Please return exactly the lines from the one containing "const det = s1" through the end of the records, including both.
╭─ RECORD SET
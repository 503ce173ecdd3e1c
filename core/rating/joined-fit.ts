import { scanThenBrent } from './minimize';
import type { GaugingPoint, RatingSegment } from './types';

/** Two segments fitted together under continuity at the breakpoint, and their log-space sum of squares. */
export interface JoinedFit {
  lower: RatingSegment;
  upper: RatingSegment;
  /** Σ(ln Q_i − ln Q̂_i)² over every gauging, dimensionless. */
  sse: number;
}

/** Where the two offsets start: the segments fitted apart (m), used only to seed the search. */
export interface JoinedSeeds {
  lowerOffset_m: number;
  upperOffset_m: number;
}

const GRID_POINTS = 32;
const NEAREST_FRACTION = 1e-6;
const SEARCH_SPANS = 10;

interface LinearSolution {
  lnC: number;
  b1: number;
  b2: number;
  sse: number;
}

/**
 * Least squares in log space with both segments joined at h_b (DOMAIN.md §2). With the offsets e1, e2
 * fixed the joined model is linear in (ln C1, b1, b2):
 *   lower gauging:  ln Q = ln C1 + b1·ln(h − e1)
 *   upper gauging:  ln Q = ln C1 + b1·ln(h_b − e1) + b2·ln((h − e2)/(h_b − e2))
 * (the upper coefficient C2 = C1·(h_b − e1)^b1/(h_b − e2)^b2 substituted), so it is solved by the 3×3
 * normal equations; the offsets are then searched by nested Brent minimisations over t = ln(distance to
 * the nearest stage they must stay below), the lower one skipped when fixed.
 */
export function fitJoined(
  lowerPts: readonly GaugingPoint[],
  upperPts: readonly GaugingPoint[],
  breakpoint_m: number,
  seeds: JoinedSeeds,
  fixedLowerOffset_m?: number,
): JoinedFit {
  const nl = lowerPts.length;
  const nu = upperPts.length;
  const hl = Float64Array.from(lowerPts, (p) => p.stage_m);
  const hu = Float64Array.from(upperPts, (p) => p.stage_m);
  const yl = Float64Array.from(lowerPts, (p) => Math.log(p.discharge_m3s));
  const yu = Float64Array.from(upperPts, (p) => Math.log(p.discharge_m3s));
  const xl = new Float64Array(nl);
  const zu = new Float64Array(nu);
  const minLow = Math.min(...hl);
  const maxAll = Math.max(...hu);
  const span = maxAll - minLow;

  const solve = (e1: number, e2: number): LinearSolution => {
    const xb = Math.log(breakpoint_m - e1);
    const lb = Math.log(breakpoint_m - e2);
    // Normal equations for columns [1, x, z].
    let s1 = nl + nu, sx = 0, sz = 0, sxx = 0, sxz = 0, szz = 0, sy = 0, sxy = 0, szy = 0;
    for (let i = 0; i < nl; i++) {
      const x = Math.log(hl[i] - e1);
      xl[i] = x;
      sx += x; sxx += x * x; sy += yl[i]; sxy += x * yl[i];
    }
    for (let i = 0; i < nu; i++) {
      const z = Math.log(hu[i] - e2) - lb;
      zu[i] = z;
      sx += xb; sxx += xb * xb; sz += z; sxz += xb * z; szz += z * z;
      sy += yu[i]; sxy += xb * yu[i]; szy += z * yu[i];
    }
    // Cramer's rule on the symmetric 3×3 system.
    const det = s1 * (sxx * szz - sxz * sxz) - sx * (sx * szz - sxz * sz) + sz * (sx * sxz - sxx * sz);
    const lnC = (sy * (sxx * szz - sxz * sxz) - sx * (sxy * szz - sxz * szy) + sz * (sxy * sxz - sxx * szy)) / det;
    const b1 = (s1 * (sxy * szz - szy * sxz) - sy * (sx * szz - sxz * sz) + sz * (sx * szy - sxy * sz)) / det;
    const b2 = (s1 * (sxx * szy - sxz * sxy) - sx * (sx * szy - sxy * sz) + sy * (sx * sxz - sxx * sz)) / det;
    let sse = 0;
    for (let i = 0; i < nl; i++) {
      const r = yl[i] - lnC - b1 * xl[i];
      sse += r * r;
    }
    for (let i = 0; i < nu; i++) {
      const r = yu[i] - lnC - b1 * xb - b2 * zu[i];
      sse += r * r;
    }
    return { lnC, b1, b2, sse: Number.isFinite(sse) ? sse : Infinity };
  };

  const tLo = Math.log(span * NEAREST_FRACTION);
  const tHi = Math.log(span * SEARCH_SPANS);
  const lowerOffset = (t: number) => minLow - Math.exp(t);
  const upperOffset = (t: number) => breakpoint_m - Math.exp(t);
  const tOf = (distance: number) => Math.min(tHi, Math.max(tLo, Math.log(Math.max(distance, 1e-300))));

  const searchT = (f: (t: number) => number, seed: number): number => scanThenBrent(f, tLo, tHi, GRID_POINTS, [seed]);

  const seed1 = tOf(minLow - seeds.lowerOffset_m);
  const seed2 = tOf(breakpoint_m - seeds.upperOffset_m);
  const bestLowerT = (e2: number): number =>
    fixedLowerOffset_m !== undefined ? NaN : searchT((t1) => solve(lowerOffset(t1), e2).sse, seed1);
  const e1Of = (e2: number): number => (fixedLowerOffset_m !== undefined ? fixedLowerOffset_m : lowerOffset(bestLowerT(e2)));
  const t2 = searchT((t) => {
    const e2 = upperOffset(t);
    return solve(e1Of(e2), e2).sse;
  }, seed2);
  const e2 = upperOffset(t2);
  const e1 = e1Of(e2);
  const s = solve(e1, e2);
  const c1 = Math.exp(s.lnC);
  const c2 = Math.exp(s.lnC + s.b1 * Math.log(breakpoint_m - e1) - s.b2 * Math.log(breakpoint_m - e2));
  return {
    lower: { fromStage_m: e1, coefficient: c1, offset_m: e1, exponent: s.b1 },
    upper: { fromStage_m: breakpoint_m, coefficient: c2, offset_m: e2, exponent: s.b2 },
    sse: s.sse,
  };
}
╰─
RESPONSE TO THE TASK:
    const det = s1 * (sxx * szz - sxz * sxz) - sx * (sx * szz - sxz * sz) + sz * (sx * sxz - sxx * sz);
    const lnC = (sy * (sxx * szz - sxz * sxz) - sx * (sxy * szz - sxz * szy) + sz * (sxy * sxz - sxx * szy)) / det;
    const b1 = (s1 * (sxy * szz - szy * sxz) - sy * (sx * szz - sxz * sz) + sz * (sx * szy - sxy * sz)) / det;
    const b2 = (s1 * (sxx * szy - sxz * sxy) - sx * (sx * szy - sxy * sz) + sy * (sx * sxz - sxx * sz)) / det;
    let sse = 0;
    for (let i = 0; i < nl; i++) {
      const r = yl[i] - lnC - b1 * xl[i];
      sse += r * r;
    }
    for (let i = 0; i < nu; i++) {
      const r = yu[i] - lnC - b1 * xb - b2 * zu[i];
      sse += r * r;
    }
    return { lnC, b1, b2, sse: Number.isFinite(sse) ? sse : Infinity };
  };

  const tLo = Math.log(span * NEAREST_FRACTION);
  const tHi = Math.log(span * SEARCH_SPANS);
  const lowerOffset = (t: number) => minLow - Math.exp(t);
  const upperOffset = (t: number) => breakpoint_m - Math.exp(t);
  const tOf = (distance: number) => Math.min(tHi, Math.max(tLo, Math.log(Math.max(distance, 1e-300))));

  const searchT = (f: (t: number) => number, seed: number): number => scanThenBrent(f, tLo, tHi, GRID_POINTS, [seed]);

  const seed1 = tOf(minLow - seeds.lowerOffset_m);
  const seed2 = tOf(breakpoint_m - seeds.upperOffset_m);
  const bestLowerT = (e2: number): number =>
    fixedLowerOffset_m !== undefined ? NaN : searchT((t1) => solve(lowerOffset(t1), e2).sse, seed1);
  const e1Of = (e2: number): number => (fixedLowerOffset_m !== undefined ? fixedLowerOffset_m : lowerOffset(bestLowerT(e2)));
  const t2 = searchT((t) => {
    const e2 = upperOffset(t);
    return solve(e1Of(e2), e2).sse;
  }, seed2);
  const e2 = upperOffset(t2);
  const e1 = e1Of(e2);
  const s = solve(e1, e2);
  const c1 = Math.exp(s.lnC);
  const c2 = Math.exp(s.lnC + s.b1 * Math.log(breakpoint_m - e1) - s.b2 * Math.log(breakpoint_m - e2));
  return {
    lower: { fromStage_m: e1, coefficient: c1, offset_m: e1, exponent: s.b1 },
    upper: { fromStage_m: breakpoint_m, coefficient: c2, offset_m: e2, exponent: s.b2 },
    sse: s.sse,
  };
}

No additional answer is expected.